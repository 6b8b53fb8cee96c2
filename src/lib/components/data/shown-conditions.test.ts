import { describe, expect, it } from 'vitest';
import type { Conditions, Finding, Mapping } from '$lib/schemas/sheet';
import { shownConditions } from './shown-conditions';

const charge = { A: { value: 0.5, unit: 'mol/L' } };
const conditions = (initial: Conditions['initial']): Conditions => ({ temperature: null, initial, excess: {} });
const mapping = (own?: Conditions) => ({ conditions: own }) as unknown as Mapping;
const settled = (findings: Partial<Finding>[]) => ({
	findings: findings as Finding[],
	mapping: mapping(conditions(charge))
});

describe('the conditions in the fields', () => {
	it('are what was typed, also before the reader is through with it', () => {
		const typed = conditions({ A: { value: 0.7, unit: 'mol/L' } });
		expect(shownConditions({ mapping: mapping(typed) }, settled([]))).toBe(typed);
	});
	it('show a charge that was given as an answer', () => {
		const answered = settled([{ rule: 'B33', answer: { key: 'given' } }]);
		expect(shownConditions({ mapping: mapping() }, answered).initial).toEqual(charge);
	});
	it('stay empty where a typed charge was taken out and the reader still knows the old one', () => {
		expect(shownConditions({ mapping: mapping(conditions({})) }, settled([])).initial).toEqual({});
		expect(shownConditions({ mapping: mapping() }, null)).toEqual(conditions({}));
	});
});
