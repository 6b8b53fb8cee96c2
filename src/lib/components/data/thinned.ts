/** Fewer marks than a long series has points: what is drawn in their place looks the same, and is quick. */

/** Places of `most` entries spread evenly over a list, first and last among them; all where there are no more. */
export function evenPlaces(length: number, most: number): number[] {
	if (length <= most) return Array.from({ length }, (_, i) => i);
	const step = (length - 1) / (most - 1);
	return Array.from({ length: most }, (_, i) => Math.round(i * step));
}

export interface Place {
	x: number;
	y: number;
}

/**
 * Of points that fall on the same column of pixels the first, the lowest, the highest and the last, in their order: a line
 * through them covers the same pixels as one through all.
 */
export function pixelPlaces(points: readonly Place[], pixelOf: (x: number) => number): number[] {
	const columns = new Map<number, { first: number; low: number; high: number; last: number }>();
	points.forEach((point, i) => {
		const column = Math.round(pixelOf(point.x));
		const one = columns.get(column);
		if (!one) {
			columns.set(column, { first: i, low: i, high: i, last: i });
			return;
		}
		if (point.y < points[one.low].y) one.low = i;
		if (point.y > points[one.high].y) one.high = i;
		one.last = i;
	});
	const kept = new Set<number>();
	for (const one of columns.values()) for (const i of [one.first, one.low, one.high, one.last]) kept.add(i);
	return [...kept].sort((a, b) => a - b);
}
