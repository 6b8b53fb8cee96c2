import { readFileSync } from 'node:fs';
import { describe, expect, it } from 'vitest';
import type { RunContent } from '$lib/schemas/run';
import { balanceOf, balanceTrend, trendWords } from './balance';

const rows = readFileSync('tests/fixtures/s01_clean_50C.csv', 'utf8')
	.trim()
	.split(/\r?\n/)
	.slice(1)
	.map((line) => line.split(',').map(Number));

const run = (over: Partial<RunContent> = {}): RunContent => ({
	temperature: { value: 50, unit: 'degC' },
	initial: { A: { value: 500, unit: 'mmol/L' } },
	excess: {},
	timeUnit: 'h',
	channels: ['A', 'B', 'C'].map((id) => ({ id, weights: { [id]: 1 }, unit: 'mol/L' })),
	timepoints: rows.map(([time, A, B, C]) => ({ time, values: { A, B, C } })),
	...over
});

describe('the mass balance of a run', () => {
	it('of the invented run at 50 °C lies between 97.2 and 101.6 % of the charge (computed beforehand)', () => {
		const balance = balanceOf(run())!;
		expect(balance.lowest).toBeCloseTo(97.2, 6);
		expect(balance.highest).toBeCloseTo(101.6, 6);
		expect(balance.basis).toBe('the charge');
	});
	it('is counted from the first complete row where the charge is to be fitted', () => {
		const balance = balanceOf(run({ initial: { A: { fit: true } } }))!;
		expect(balance.basis).toBe('the first complete row');
		expect(balance.rows[0].percent).toBe(100);
	});
	it('is not made of area % or of co-eluting peaks', () => {
		const area = ['A', 'B'].map((id) => ({ id, weights: { [id]: 1 }, unit: 'area %' }));
		expect(balanceOf(run({ channels: area }))).toBeNull();
		const both: RunContent['channels'] = [
			{ id: 'A', weights: { A: 1, B: 1 }, unit: 'mol/L' },
			{ id: 'C', weights: { C: 1 }, unit: 'mol/L' }
		];
		expect(balanceOf(run({ channels: both }))).toBeNull();
	});
	it('leaves out rows with a missing value', () => {
		const timepoints = [
			{ time: 0, values: { A: 0.5, B: null, C: 0 } },
			{ time: 1, values: { A: 0.2, B: 0.2, C: { below: 0.01 } } }
		];
		expect(balanceOf(run({ timepoints }))!.rows).toEqual([{ index: 1, time: 1, percent: 81 }]);
	});
});

describe('the trend of the mass balance', () => {
	const drifting = (perHour: number) =>
		balanceOf(
			run({
				timepoints: [0, 1, 2, 3, 4].map((time, i) => {
					const total = 0.5 * (1 + (perHour * time) / 100) + [0.0002, -0.0003, 0.0001, -0.0001, 0.0001][i];
					return { time, values: { A: total - 0.2, B: 0.15, C: 0.05 } };
				})
			})
		)!;
	it('is pointed out where its interval leaves out zero, with what it looks like', () => {
		const climbing = balanceTrend(drifting(1.5))!;
		expect(climbing.slope.value).toBeCloseTo(1.5, 1);
		expect(climbing.slope.low).toBeGreaterThan(0);
		expect(trendWords(climbing, 'h')).toContain('Evaporation');
		expect(trendWords(balanceTrend(drifting(-1.5)), 'h')).toContain('not seen, or a loss');
	});
	it('is none where the interval holds zero, and not to be had from two rows', () => {
		expect(trendWords(balanceTrend(drifting(0)), 'h')).toContain('no trend beyond the scatter');
		const two = { ...drifting(0), rows: drifting(0).rows.slice(0, 2) };
		expect(balanceTrend(two)).toBeNull();
	});
	it('draws its line through the middle of the points', () => {
		const balance = drifting(1.5);
		const { line } = balanceTrend(balance)!;
		const mean = balance.rows.reduce((sum, r) => sum + r.percent, 0) / balance.rows.length;
		expect((line.y[0] + line.y[1]) / 2).toBeCloseTo(mean, 9);
	});
});
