/** The series of a table, columns or, where times run across, rows: dealt with alike. `column` is then the number of the row. */
import { columnLetter } from '$lib/assay';
import { asColumns, asOnSheet, turnBlock } from '$lib/assay/orientation';
import type { Block, ColumnMapping, Mapping } from '$lib/schemas/sheet';

export const seriesOf = (mapping: Mapping): ColumnMapping[] => asColumns(mapping).columns;

/** "B", or "row 4". */
export const seriesMark = (mapping: Mapping, place: number): string =>
	mapping.across ? `row ${place}` : columnLetter(place);

export const seriesTitle = (mapping: Mapping, place: number): string =>
	mapping.across ? `Row ${place}` : `Column ${columnLetter(place)}`;

/** The mapping with one series read otherwise. */
export function withSeries(mapping: Mapping, place: number, next: Partial<ColumnMapping>): Mapping {
	const own = asColumns(mapping);
	const columns = own.columns.map((c) => (c.column === place ? { ...c, ...next } : c));
	return asOnSheet({ ...own, columns });
}

/** The mapping on another block: what lies in it keeps its meaning, headers inside it become data. */
export function withBlock(mapping: Mapping, block: Block): Mapping {
	const own = asColumns(mapping);
	const turned = mapping.across ? turnBlock(block) : block;
	return asOnSheet({
		...own,
		block: turned,
		headerRows: own.headerRows.filter((r) => r < turned.firstRow),
		columns: own.columns.filter((c) => c.column >= turned.firstColumn && c.column <= turned.lastColumn)
	});
}

/** Series that are new to a block, as the reader proposes them, beside those that it had. */
export function withAddedSeries(mapping: Mapping, proposed: Mapping): Mapping {
	if ((mapping.across === undefined) !== (proposed.across === undefined)) return mapping;
	const own = asColumns(mapping);
	const added = seriesOf(proposed).filter((c) => !own.columns.some((k) => k.column === c.column));
	if (added.length === 0) return mapping;
	return asOnSheet({ ...own, columns: [...own.columns, ...added].sort((a, b) => a.column - b.column) });
}

/** Header rows of a mapping as a drawn block takes them; null where times run across and headers are columns. */
export const headerRowsOf = (mapping: Mapping): number[] | null => (mapping.across ? null : mapping.headerRows);
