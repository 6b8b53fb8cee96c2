import { gunzipSync } from 'node:zlib';
import { describe, expect, it } from 'vitest';
import { jsonText } from './large-text';

const request = (encoding: string) =>
	new Request('http://localhost/', { headers: { 'accept-encoding': encoding } });
const large = JSON.stringify(Array.from({ length: 20_000 }, (_, i) => i));

describe('large JSON on its way', () => {
	it('is packed for whoever takes it, and is the same text again', async () => {
		const response = await jsonText(request('br, gzip'), large);
		expect(response.headers.get('content-encoding')).toBe('gzip');
		const bytes = new Uint8Array(await response.arrayBuffer());
		expect(bytes.length).toBeLessThan(large.length / 2);
		expect(gunzipSync(bytes).toString()).toBe(large);
	});
	it('stays as it is where it is small or nobody can unpack it', async () => {
		for (const response of [
			await jsonText(request('gzip'), '[1]'),
			await jsonText(request('identity'), large)
		]) {
			expect(response.headers.get('content-encoding')).toBeNull();
			expect(response.headers.get('content-type')).toBe('application/json');
			expect(response.headers.get('cache-control')).toBe('no-store');
		}
	});
});
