/** Where the keyboard goes on the sheet, and how far the sheet has to scroll to show it. */
import { address, parseAddress } from '$lib/assay';
import { HEAD_PX, NUMBER_PX, placeOf, ROW_PX, type GridLayout } from './grid-layout';

const STEPS: Record<string, [rows: number, columns: number]> = {
	ArrowDown: [1, 0],
	ArrowUp: [-1, 0],
	ArrowRight: [0, 1],
	ArrowLeft: [0, -1],
	PageDown: [12, 0],
	PageUp: [-12, 0]
};

const within = (n: number, length: number): number => Math.min(length - 1, Math.max(0, n));

/** The cell that a key leads to from this one; null for a key that means nothing there. */
export function nextCell(layout: GridLayout, from: string | null, key: string, control = false): string | null {
	const { rows, columns } = layout;
	if (rows.length === 0 || columns.length === 0) return null;
	const at = from ? parseAddress(from) : null;
	const column = at ? within(placeOf(columns, at.column), columns.length) : 0;
	if (key === 'Home' || key === 'End') {
		const [row, end] = [at?.row ?? rows[0], key === 'End'];
		if (control) return address(end ? rows[rows.length - 1] : rows[0], columns[column]);
		return address(row, end ? columns[columns.length - 1] : columns[0]);
	}
	const step = STEPS[key];
	if (!step || control) return null;
	const row = at ? placeOf(rows, at.row) : -1;
	return address(
		rows[within(row + step[0], rows.length)],
		columns[within(column + step[1], columns.length)]
	);
}

export interface Box {
	scrollTop: number;
	scrollLeft: number;
	width: number;
	/** Height of what the window shows of the box. */
	height: number;
}

/** Where the box has to be scrolled to for a cell to be in sight; it stays where the cell is in sight already. */
export function scrollTo(layout: GridLayout, cell: string, box: Box): { top: number; left: number } {
	const at = parseAddress(cell);
	let { scrollTop: top, scrollLeft: left } = box;
	if (!at) return { top, left };
	const y = placeOf(layout.rows, at.row) * ROW_PX;
	const room = Math.max(3 * ROW_PX, box.height - HEAD_PX - ROW_PX);
	if (y < top || y > top + room - ROW_PX) top = Math.max(0, y - room / 3);
	const i = layout.columns.indexOf(at.column);
	if (i >= 0) {
		const [from, to] = [layout.lefts[i], layout.lefts[i + 1]];
		if (from - NUMBER_PX < left) left = from - NUMBER_PX;
		else if (to > left + box.width) left = to - box.width;
	}
	return { top, left };
}
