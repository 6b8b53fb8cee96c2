import type { RunContent } from '$lib/schemas/run';
import { valueText } from './quantities';

/** The points of a run as tab-separated text with header and units, as a spreadsheet program takes it. */
export function pointsText(content: RunContent, channels: { id: string; name: string; unit: string }[]): string {
	const head = [`time (${content.timeUnit})`, ...channels.map((c) => `${c.name} (${c.unit})`)];
	const lines = content.timepoints.map((point) => [
		String(point.time),
		...channels.map((c) => valueText(point.values[c.id]).replace('–', '').replace('−', '-'))
	]);
	return [head, ...lines].map((line) => line.join('\t')).join('\n');
}
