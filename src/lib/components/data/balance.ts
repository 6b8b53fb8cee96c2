/** Mass balance of a run: the sum of what is assayed, in % of the charge, where such a sum means anything. */
import { isFitted } from '$lib/schemas/quantity';
import type { RunContent } from '$lib/schemas/run';
import { slopeWithInterval, type Slope } from '$lib/assay/statistics';
import { toSi, UnitError } from '$lib/kinetics/units';

export interface BalanceRow {
	index: number;
	time: number;
	percent: number;
}

export interface Balance {
	rows: BalanceRow[];
	lowest: number;
	highest: number;
	/** What counts as 100 %. */
	basis: string;
}

/** Area % always sum to 100 and say nothing; a signal without a known response is no amount. */
const isAmount = (unit: string): boolean => !/area|a\.u\.|signal/i.test(unit);

function chargeIn(content: RunContent, unit: string): number | null {
	let total = 0;
	for (const amount of Object.values(content.initial)) {
		if (isFitted(amount)) return null;
		try {
			total += toSi(amount, 'concentration') / toSi({ value: 1, unit }, 'concentration');
		} catch (error) {
			if (error instanceof UnitError) return null;
			throw error;
		}
	}
	return total > 0 ? total : null;
}

function totalAt(content: RunContent, index: number): number | null {
	let total = 0;
	for (const channel of content.channels) {
		const value = content.timepoints[index].values[channel.id] ?? null;
		if (value === null || (typeof value === 'object' && 'above' in value)) return null;
		// A value below its limit lies somewhere between zero and the limit.
		total += typeof value === 'number' ? value : value.below / 2;
	}
	return total;
}

/** Null where the columns do not add up to anything: mixed units, area %, co-eluting or scaled signals. */
export function balanceOf(content: RunContent): Balance | null {
	const { channels, timepoints } = content;
	const unit = channels[0]?.unit ?? '';
	const sums =
		channels.length >= 2 &&
		isAmount(unit) &&
		channels.every((c) => c.unit === unit && !c.responseFactor && Object.keys(c.weights).length === 1);
	if (!sums) return null;
	const totals = timepoints.flatMap((point, index) => {
		const total = totalAt(content, index);
		return total === null ? [] : [{ index, time: point.time, total }];
	});
	const charge = chargeIn(content, unit);
	const base = charge ?? totals[0]?.total;
	if (!base || totals.length === 0) return null;
	const rows = totals.map(({ index, time, total }) => ({ index, time, percent: (100 * total) / base }));
	const percents = rows.map((row) => row.percent);
	return {
		rows,
		lowest: Math.min(...percents),
		highest: Math.max(...percents),
		basis: charge === null ? 'the first complete row' : 'the charge'
	};
}

export interface BalanceTrend {
	/** % per time unit, with its 95 % interval. */
	slope: Slope;
	line: { x: [number, number]; y: [number, number] };
}

/** Straight line through the balance by least squares; null below three rows or at one single time. */
export function balanceTrend(balance: Balance): BalanceTrend | null {
	const x = balance.rows.map((row) => row.time);
	const y = balance.rows.map((row) => row.percent);
	const slope = slopeWithInterval(x, y);
	if (!slope) return null;
	const mean = (list: number[]) => list.reduce((sum, v) => sum + v, 0) / list.length;
	const [mx, my] = [mean(x), mean(y)];
	const ends: [number, number] = [Math.min(...x), Math.max(...x)];
	const at = (t: number) => my + slope.value * (t - mx);
	return { slope, line: { x: ends, y: [at(ends[0]), at(ends[1])] } };
}

const signed = (n: number): string => `${n < 0 ? '−' : '+'}${Math.abs(Number(n.toPrecision(3)))}`;

export function trendWords(trend: BalanceTrend | null, timeUnit: string): string {
	if (!trend) return 'Too few complete rows for a trend.';
	const { value, low, high } = trend.slope;
	const range = `${signed(value)} % per ${timeUnit} (95 % interval ${signed(low)} to ${signed(high)})`;
	if (low <= 0 && high >= 0) return `It changes by ${range}: no trend beyond the scatter.`;
	const cause =
		value < 0
			? 'A species that is not seen, or a loss, would look like this.'
			: 'Evaporation of solvent would look like this.';
	return `It changes by ${range}: a trend. ${cause}`;
}
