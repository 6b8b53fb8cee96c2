export const plural = (n: number, one: string, many = `${one}s`): string => `${n} ${n === 1 ? one : many}`;

/** 12.3 kB, 1.4 MB. */
export function fileSize(bytes: number): string {
	if (bytes < 1000) return plural(bytes, 'byte');
	if (bytes < 1_000_000) return `${(bytes / 1000).toFixed(1)} kB`;
	return `${(bytes / 1_000_000).toFixed(1)} MB`;
}
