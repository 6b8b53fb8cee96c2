import { describe, expect, it } from 'vitest';
import { HEAD_PX, NUMBER_PX, ROW_PX, type GridLayout } from './grid-layout';
import { nextCell, scrollTo } from './grid-moves';

const rows = Array.from({ length: 20_000 }, (_, i) => (i < 10 ? i + 1 : i + 3));
const layout: GridLayout = {
	rows,
	columns: [1, 2, 5],
	widths: [60, 60, 60],
	lefts: [46, 106, 166, 226],
	height: rows.length * ROW_PX
};

describe('the keyboard on the sheet', () => {
	it('begins at the first cell and goes from drawn row to drawn row, over blank ones', () => {
		expect(nextCell(layout, null, 'ArrowDown')).toBe('A1');
		expect(nextCell(layout, 'A10', 'ArrowDown')).toBe('A13');
		expect(nextCell(layout, 'B13', 'ArrowRight')).toBe('E13');
		expect(nextCell(layout, 'E13', 'ArrowRight')).toBe('E13');
	});
	it('goes to the ends of a row by Home and End, of the sheet with Ctrl', () => {
		expect(nextCell(layout, 'B13', 'End')).toBe('E13');
		expect(nextCell(layout, 'B13', 'Home')).toBe('A13');
		expect(nextCell(layout, 'B13', 'End', true)).toBe('B20002');
		expect(nextCell(layout, 'B13', 'Home', true)).toBe('B1');
	});
	it('leaves other keys and combinations to the browser', () => {
		expect(nextCell(layout, 'A1', 'a')).toBeNull();
		expect(nextCell(layout, 'A1', 'ArrowDown', true)).toBeNull();
		expect(nextCell({ ...layout, rows: [] }, null, 'ArrowDown')).toBeNull();
	});
});

describe('the sheet scrolls to a cell', () => {
	const box = { scrollTop: 0, scrollLeft: 0, width: 150, height: 400 };
	it('not at all where it is in sight', () => {
		expect(scrollTo(layout, 'A5', box)).toEqual({ top: 0, left: 0 });
	});
	it('so that a cell far below stands in the upper third, and a column at the right is whole', () => {
		const { top, left } = scrollTo(layout, 'E20002', box);
		const y = 19_999 * ROW_PX;
		expect(top).toBeLessThan(y);
		expect(top + 400 - HEAD_PX - ROW_PX).toBeGreaterThan(y);
		expect(left).toBe(226 - 150);
	});
	it('back to a column under the row numbers', () => {
		expect(scrollTo(layout, 'A5', { ...box, scrollLeft: 80 }).left).toBe(46 - NUMBER_PX);
	});
});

(Exercise brief): Exact reproduction is required: output the lines from the start of the entries above through the line with "export function pixelPlaces(points: readonly".

(Result for this exercise):
repository 6b8b53fb8cee96c2
filename src/lib/components/data/shown-conditions.test.ts
import { describe, expect, it } from 'vitest';
import type { Conditions, Finding, Mapping } from '$lib/schemas/sheet';
import { shownConditions } from './shown-conditions';

const charge = { A: { value: 0.5, unit: 'mol/L' } };
const conditions = (initial: Conditions['initial']): Conditions => ({ temperature: null, initial, excess: {} });
const mapping = (own?: Conditions) => ({ conditions: own }) as unknown as Mapping;
const settled = (findings: Partial<Finding>[]) => ({
	findings: findings as Finding[],
	mapping: mapping(conditions(charge))
});

describe('the conditions in the fields', () => {
	it('are what was typed, also before the reader is through with it', () => {
		const typed = conditions({ A: { value: 0.7, unit: 'mol/L' } });
		expect(shownConditions({ mapping: mapping(typed) }, settled([]))).toBe(typed);
	});
	it('show a charge that was given as an answer', () => {
		const answered = settled([{ rule: 'B33', answer: { key: 'given' } }]);
		expect(shownConditions({ mapping: mapping() }, answered).initial).toEqual(charge);
	});
	it('stay empty where a typed charge was taken out and the reader still knows the old one', () => {
		expect(shownConditions({ mapping: mapping(conditions({})) }, settled([])).initial).toEqual({});
		expect(shownConditions({ mapping: mapping() }, null)).toEqual(conditions({}));
	});
});
repository 6b8b53fb8cee96c2
filename src/lib/components/data/thinned.ts
/** Fewer marks than a long series has points: what is drawn in their place looks the same, and is quick. */

/** Places of `most` entries spread evenly over a list, first and last among them; all where there are no more. */
export function evenPlaces(length: number, most: number): number[] {
	if (length <= most) return Array.from({ length }, (_, i) => i);
	const step = (length - 1) / (most - 1);
	return Array.from({ length: most }, (_, i) => Math.round(i * step));
}

export interface Place {
	x: number;
	y: number;
}

/**
 * Of points that fall on the same column of pixels the first, the lowest, the highest and the last, in their order: a line
 * through them covers the same pixels as one through all.
 */
export function pixelPlaces(points: readonly Place[], pixelOf: (x: number) => number): number[] {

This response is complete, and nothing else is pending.